A micro-disc-based multiplex method for monitoring emerging SARS-CoV-2 variants using the molecular diagnostic tool Intelli-OVI

Commun Med (Lond). 2024 Aug 9;4(1):161. doi: 10.1038/s43856-024-00582-z.

Abstract

Background: Highly transmissible viruses including SARS-CoV-2 frequently accumulate novel mutations that are detected via high-throughput sequencing. However, there is a need to develop an alternative rapid and non-expensive approach. Here we developed a novel multiplex DNA detection method Intelli-OVI for analysing existing and novel mutations of SARS-CoV-2.

Methods: We have developed Intelli-OVI that includes the micro-disc-based method IntelliPlex and computational algorithms of objective variant identification (OVI). More than 250 SARS-CoV-2 positive samples including wastewater ones were analysed to verify the efficiency of the method.

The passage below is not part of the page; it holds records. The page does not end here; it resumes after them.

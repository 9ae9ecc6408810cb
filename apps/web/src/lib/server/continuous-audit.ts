import { describeAuditFailure, enqueueTask, reevaluateBranch, type Knex, type TaskHandler } from "@coldtrail/db";
import { kickTaskRunner } from "./task-kick";

/**
 * Continuous audit. After a write that changes a branch's records (a job, a disposal, a cylinder
 * weighing …) a `recheck` task is queued for the branch; the runner (./task-runner.ts) runs the rules
 * again over it and reconciles its findings (packages/db `reevaluateBranch`), so open findings close or
 * new ones appear without waiting for the next audit. Repeats are coalesced: while a re-check of the
 * branch is still queued, no second one is added. Being a task, a re-check survives a restart.
 */

const payloadFor = (opts: { organisationId: number; branchId: number }) =>
  JSON.stringify({ branchId: opts.branchId, organisationId: opts.organisationId });

type RecheckOptions = {
  organisationId: number;
  branchId: number;
  actorId?: number | null;
  /**
   * The newest activity id before the write, so the findings the re-check opens or closes are linked
   * to the writes it answers (shown on the saved record). A re-check already waiting answers an earlier
   * write, so it covers this one too.
   */
  afterActivityId?: number | null;
};

/** Queues a re-check of the branch unless one is already waiting. */
export async function queueRecheck(db: Knex, opts: RecheckOptions): Promise<void> {
  const waiting = await db("background_tasks")
    .where({ kind: "recheck", state: "queued", organisation_id: opts.organisationId })
    .where("payload", "like", `{"branchId":${opts.branchId},%`)
    .first("id");
  if (waiting) return;
  await enqueueTask(db, {
    kind: "recheck",
    payload: { ...JSON.parse(payloadFor(opts)), actorId: opts.actorId ?? null, afterActivityId: opts.afterActivityId ?? null },
    organisationId: opts.organisationId,
    maxAttempts: 3,
  });
}

/** Call after a write that changed the branch's records (the route wrapper does). Never throws. */
export async function reevaluateAfterWrite(db: Knex, opts: RecheckOptions): Promise<void> {
  try {
    await queueRecheck(db, opts);
    kickTaskRunner();
  } catch (err) {
    console.error(describeAuditFailure(err, `queuing a re-check of branch #${opts.branchId}`).logLine);
  }
}

export const recheckTask: TaskHandler = {
  async run({ task, db }) {
    await reevaluateBranch(db, {
      organisationId: Number(task.payload.organisationId),
      branchId: Number(task.payload.branchId),
      triggeredBy: task.payload.actorId === null || task.payload.actorId === undefined ? null : Number(task.payload.actorId),
      afterActivityId:
        task.payload.afterActivityId === null || task.payload.afterActivityId === undefined ? null : Number(task.payload.afterActivityId),
    });
  },
};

Results: IntelliPlex uses micro-discs printed with a unique pictorial pattern as a labelling conjugate for DNA probes, and OVI allows simultaneous identification of several variants using multidimensional data obtained by the IntelliPlex method. Importantly, de novo mutations can be identified by decreased signals, which indicates that there is an emergence of de novo variant virus as well as prompts the need to design additional primers and probes. We have upgraded probe panel according to the emergence of new variants and demonstrated that Intelli-OVI efficiently identified more than 20 different SARS-CoV-2 variants by using 35 different probes simultaneously.

Conclusions: Intelli-OVI can be upgraded to keep up with rapidly evolving viruses as we showed in this study using SARS-CoV-2 as an example and may be suitable for other viruses but would need to be validated.

Plain language summary

As the COVID-19 pandemic progresses, it is increasingly becoming important to be able to detect emerging new variants of concerns of SARS-CoV-2, the virus that causes COVID-19, for accurate surveillance and timely interventions. We developed a rapid diagnostic method for detecting multiple SARS-CoV-2 variants and tested it using various starting materials such as sputum, nasopharyngeal swabs and wastewater. The method could accurately detect multiple subvariants of Omicron and showed potential for rapid adaptability to detect the virus as it evolves. This technology could enable continuous monitoring of emerging SARS-CoV-2 variants and the opportunity to intercept transmission with timely interventions to prevent viral spread.